In the listing that follows, find the lines with the string "ClockSpan" and report how many there are, without commentary.

==========

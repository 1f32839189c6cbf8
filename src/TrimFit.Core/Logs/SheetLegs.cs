using System.Collections.Immutable;
using static System.FormattableString;

namespace TrimFit.Core.Logs;

/// <summary>Finds the legs of a flight sheet in the flight.</summary>
/// <remarks>
/// <para>An edge may be off by 5 s. It is moved to the largest change of a control near it: for hands-off, held and brake legs of a brake, else of
/// the throttle (or what follows it: rpm, power, current, engine noise). A change counts when the column's means on both sides differ by 15 % of
/// its range over the flight and by two standard deviations of what is left; its place is the split with the least sum of squares.</para>
/// <para>A hands-off leg whose edge shows in no control loses 5 s at that edge: what is called hands off must be.</para>
/// <para>Marks are those of <see cref="FlightMarks"/>.</para>
/// <para>Clock times are the log's own, or differ from it by whole quarters of an hour, as a watch on local time does.</para>
/// </remarks>
public static class SheetLegs
{
    /// <summary>How far an edge on a sheet may be off, s.</summary>
    public const double EdgeToleranceSec = 5;

    private const double LevelSec = 3;          // levels on both sides are taken over 3 s beyond the tolerance
    private const double LeastShareOfRange = 0.15;
    private const double LeastDeviations = 2;
    private const double ShortestLegSec = 3;
    private const double SecondsPerDay = 86_400, QuarterHour = 900;

    private static readonly ChannelRole[] _brakes = [ChannelRole.BrakeLeft, ChannelRole.BrakeRight, ChannelRole.BrakeDifference];
    private static readonly ChannelRole[] _throttles = [ChannelRole.Throttle, ChannelRole.Rpm, ChannelRole.Power, ChannelRole.Current, ChannelRole.EngineNoise];

    /// <summary>Places every leg, moves its edges to the data, and fills the hands-off column.</summary>
    public static SheetedFlight Apply(FlightLog flight, FlightSheet sheet)
    {
        ArgumentNullException.ThrowIfNull(flight);
        ArgumentNullException.ThrowIfNull(sheet);
        if (flight.Count == 0)
            return new() { Flight = flight, Legs = [] };
        var warnings = ImmutableArray.CreateBuilder<Notice>();
        if (sheet.Date is DateOnly date && flight.StartUtc is DateTimeOffset start && Math.Abs(date.DayNumber - DateOnly.FromDateTime(start.UtcDateTime).DayNumber) > 1)
            warnings.Add(new("sheet_date", Invariant($"The flight sheet is of {date:yyyy-MM-dd}, the log of {start.UtcDateTime:yyyy-MM-dd}: check that they belong together.")));
        double? clockToLog = ClockToLog(flight, sheet, warnings);
        ReadOnlySpan<double> time = flight.TimeSec;
        ImmutableArray<FlightMark> marks = sheet.Legs.Any(leg => leg.Start.Kind == SheetTimeKind.Marker) ? FlightMarks.Of(flight) : [];
        if (!marks.IsEmpty && marks[0].Kind != FlightMarkKind.Channel)
        {
            string what = marks[0].Kind == FlightMarkKind.Blips ? "three quick throttle blips" : "a pause of the recorder";
            warnings.Add(new("sheet_marks", Invariant($"The marks of the flight sheet are taken from {what}: {marks.Length} found, at {string.Join(", ", marks.Select(m => m.TimeSec.ToString("F0", System.Globalization.CultureInfo.InvariantCulture)))} s.")));
        }
        var legs = ImmutableArray.CreateBuilder<FoundLeg>();
        foreach (SheetLeg leg in sheet.Legs)
        {
            if (Stated(leg, clockToLog, marks) is not (double stated, double statedEnd))
            {
                if (leg.Start.Kind == SheetTimeKind.Marker)
                    warnings.Add(new("sheet_mark_missing", Invariant($"The leg on line {leg.Line} of the flight sheet runs from mark {leg.Start.Value} to mark {leg.End.Value}, which the log does not hold; it is left out.")));
                continue;
            }
            if (stated < time[0] - EdgeToleranceSec || statedEnd > time[^1] + EdgeToleranceSec)
            {
                warnings.Add(new("sheet_leg_outside", Invariant($"The leg on line {leg.Line} of the flight sheet, {stated:F0} to {statedEnd:F0} s, lies outside the log, which runs from {time[0]:F0} to {time[^1]:F0} s; it is left out.")));
                continue;
            }
            if (Find(flight, leg, stated, statedEnd) is FoundLeg found)
                legs.Add(found);
            else
                warnings.Add(new("sheet_leg_short", Invariant($"The hands-off leg on line {leg.Line} of the flight sheet is too short once {EdgeToleranceSec} s are taken off edges that no control shows; it is left out.")));
        }
        FlightLog marked = sheet.Legs.Any(leg => leg.Kind == SheetLegKind.HandsOff)
            ? flight.WithChannel(ChannelRole.HandsOff, HandsOff(flight, legs))
            : flight;
        return new() { Flight = marked, Legs = legs.ToImmutable(), Warnings = warnings.ToImmutable() };
    }

    private static double[] HandsOff(FlightLog flight, IEnumerable<FoundLeg> legs)
    {
        ReadOnlySpan<double> time = flight.TimeSec, logged = flight[ChannelRole.HandsOff];
        double[] column = new double[time.Length];
        for (int i = 0; i < logged.Length; i++)
            column[i] = logged[i] > 0 ? 1 : 0;
        foreach (FoundLeg found in legs.Where(l => l.Leg.Kind == SheetLegKind.HandsOff))
        {
            for (int i = 0; i < time.Length; i++)
            {
                if (time[i] >= found.StartSec && time[i] <= found.EndSec)
                    column[i] = 1;
            }
        }
        return column;
    }

    private static FoundLeg? Find(FlightLog flight, SheetLeg leg, double stated, double statedEnd)
    {
        double middle = (stated + statedEnd) / 2;
        (double at, ChannelRole role)? start = Edge(flight, leg.Kind, stated, double.NegativeInfinity, middle, first: true);
        (double at, ChannelRole role)? end = Edge(flight, leg.Kind, statedEnd, middle, double.PositiveInfinity, first: false);
        double margin = leg.Kind == SheetLegKind.HandsOff ? EdgeToleranceSec : 0;
        var found = new FoundLeg
        {
            Leg = leg,
            StatedStartSec = stated,
            StatedEndSec = statedEnd,
            StartSec = start?.at ?? Math.Max(stated + margin, flight.TimeSec[0]),
            EndSec = end?.at ?? Math.Min(statedEnd - margin, flight.TimeSec[^1]),
            StartFoundIn = start?.role,
            EndFoundIn = end?.role,
        };
        return leg.Kind == SheetLegKind.HandsOff && !(found.EndSec - found.StartSec >= ShortestLegSec) ? null
            : found.EndSec > found.StartSec ? found
            : found with { StartSec = stated, EndSec = statedEnd, StartFoundIn = null, EndFoundIn = null };
    }

    private static (double At, ChannelRole Role)? Edge(FlightLog flight, SheetLegKind kind, double stated, double after, double before, bool first)
    {
        ChannelRole[][] groups = kind is SheetLegKind.HandsOff or SheetLegKind.Held or SheetLegKind.BrakeStep ? [_brakes, _throttles] : [_throttles, _brakes];
        foreach (ChannelRole[] group in groups)
        {
            double largest = 0;
            (double, ChannelRole)? edge = null;
            foreach (ChannelRole role in group)
            {
                if (flight.Has(role) && Change(flight.TimeSec, flight[role], stated, after, before, first) is (double at, double size) && size > largest)
                    (largest, edge) = (size, (at, role));
            }
            if (edge is not null)
                return edge;
        }
        return null;
    }

    /// <summary>The best split of a column near a moment into two levels, with the step as a share of the column's range; null when there is none.</summary>
    private static (double At, double Size)? Change(ReadOnlySpan<double> time, ReadOnlySpan<double> column, double stated, double after, double before, bool first)
    {
        double from = Math.Max(stated - EdgeToleranceSec - LevelSec, after), to = Math.Min(stated + EdgeToleranceSec + LevelSec, before);
        var at = new List<double>();
        var values = new List<double>();
        for (int i = 0; i < time.Length; i++)
        {
            if (time[i] >= from && time[i] <= to && double.IsFinite(column[i]))
            {
                at.Add(time[i]);
                values.Add(column[i]);
            }
        }
        int n = values.Count;
        double range = Range(column);
        if (n < 6 || !(range > 0))
            return null;
        double mean = values.Average(), leftSum = 0, total = values.Sum(v => (v - mean) * (v - mean));
        int split = -1;
        double bestBetween = 0, bestStep = 0;
        for (int i = 1; i < n; i++)
        {
            leftSum += values[i - 1] - mean;
            if (i < 2 || n - i < 2 || Math.Abs(at[first ? i : i - 1] - stated) > EdgeToleranceSec)
                continue;
            // Sum of squares between the two levels; values are centred, so the right sum is minus the left one.
            double between = leftSum * leftSum * n / ((double)i * (n - i));
            if (between > bestBetween)
                (split, bestBetween, bestStep) = (i, between, Math.Abs(leftSum) * n / ((double)i * (n - i)));
        }
        if (split < 0)
            return null;
        double deviation = Math.Sqrt(Math.Max(0, total - bestBetween) / (n - 2));
        return bestStep >= LeastShareOfRange * range && bestStep >= LeastDeviations * deviation
            ? (at[first ? split : split - 1], bestStep / range)
            : null;
    }

    /// <summary>Between the 5 % and the 95 % point of a column, so that single wild values do not count.</summary>
    private static double Range(ReadOnlySpan<double> column)
    {
        var finite = new List<double>();
        foreach (double value in column)
        {
            if (double.IsFinite(value))
                finite.Add(value);
        }
        if (finite.Count == 0)
            return 0;
        finite.Sort();
        return finite[(int)(0.95 * (finite.Count - 1))] - finite[(int)(0.05 * (finite.Count - 1))];
    }

    private static (double Start, double End)? Stated(SheetLeg leg, double? clockToLog, ImmutableArray<FlightMark> marks)
    {
        switch (leg.Start.Kind)
        {
            case SheetTimeKind.Seconds:
                return (leg.Start.Value, leg.End.Value);
            case SheetTimeKind.Marker:
                return Mark(marks, leg.Start.Value) is double start && Mark(marks, leg.End.Value) is double end ? (start, end) : null;
            default:
                return clockToLog is double shift ? ClockSpan(leg, shift) : null;
        }
    }

    private static (double Start, double End) ClockSpan(SheetLeg leg, double clockToLog)
    {
        double start = leg.Start.Value + clockToLog;
        start -= SecondsPerDay * Math.Floor((start + (SecondsPerDay / 2)) / SecondsPerDay); // to within half a day of the log's zero
        double length = leg.End.Value - leg.Start.Value;
        return (start, start + length + (length < 0 ? SecondsPerDay : 0));
    }

    /// <summary>What is added to seconds since midnight on the sheet to get the log's time; null when it cannot be told.</summary>
    private static double? ClockToLog(FlightLog flight, FlightSheet sheet, ImmutableArray<Notice>.Builder warnings)
    {
        SheetLeg[] legs = [.. sheet.Legs.Where(leg => leg.Start.Kind == SheetTimeKind.Clock)];
        if (legs.Length == 0)
            return null;
        if (flight.StartTimeOfDay is not TimeSpan clock)
        {
            warnings.Add(new("sheet_clock_unknown", "The flight sheet gives clock times, but the log knows no time of day; those legs are left out. Give seconds since the start of the log."));
            return null;
        }
        double first = flight.TimeSec[0], last = flight.TimeSec[^1];
        bool Fits(double shift) => legs.All(leg => ClockSpan(leg, shift) is (double start, double end)
            && start >= first - EdgeToleranceSec && end <= last + EdgeToleranceSec);
        double same = -clock.TotalSeconds;
        if (Fits(same))
            return same;
        double[] quarters = [.. Enumerable.Range(-56, 105).Select(k => k * QuarterHour).Where(q => Fits(same + q))];
        double[] hours = [.. quarters.Where(q => q % 3600 == 0)];
        if (quarters.Length == 0)
            return same;
        if (hours.Length == 1 || quarters.Length == 1)
        {
            double ahead = -(hours.Length == 1 ? hours[0] : quarters[0]);
            warnings.Add(new("sheet_clock_shifted", Invariant($"The clock of the flight sheet is taken to be {Math.Abs(ahead) / 3600:0.##} h {(ahead > 0 ? "ahead of" : "behind")} the log's, as a watch on local time is; only so do the legs lie in the flight.")));
            return same - ahead;
        }
        warnings.Add(new("sheet_clock_ambiguous", "The clock times of the flight sheet fit the log with more than one time zone; those legs are left out. Give seconds since the start of the log, or the log's own clock."));
        return null;
    }

    private static double? Mark(ImmutableArray<FlightMark> marks, double number)
    {
        foreach (FlightMark mark in marks)
        {
            if (mark.Number == number)
                return mark.TimeSec;
        }
        return null;
    }
}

==========

RESPONSE TO THE TASK: 3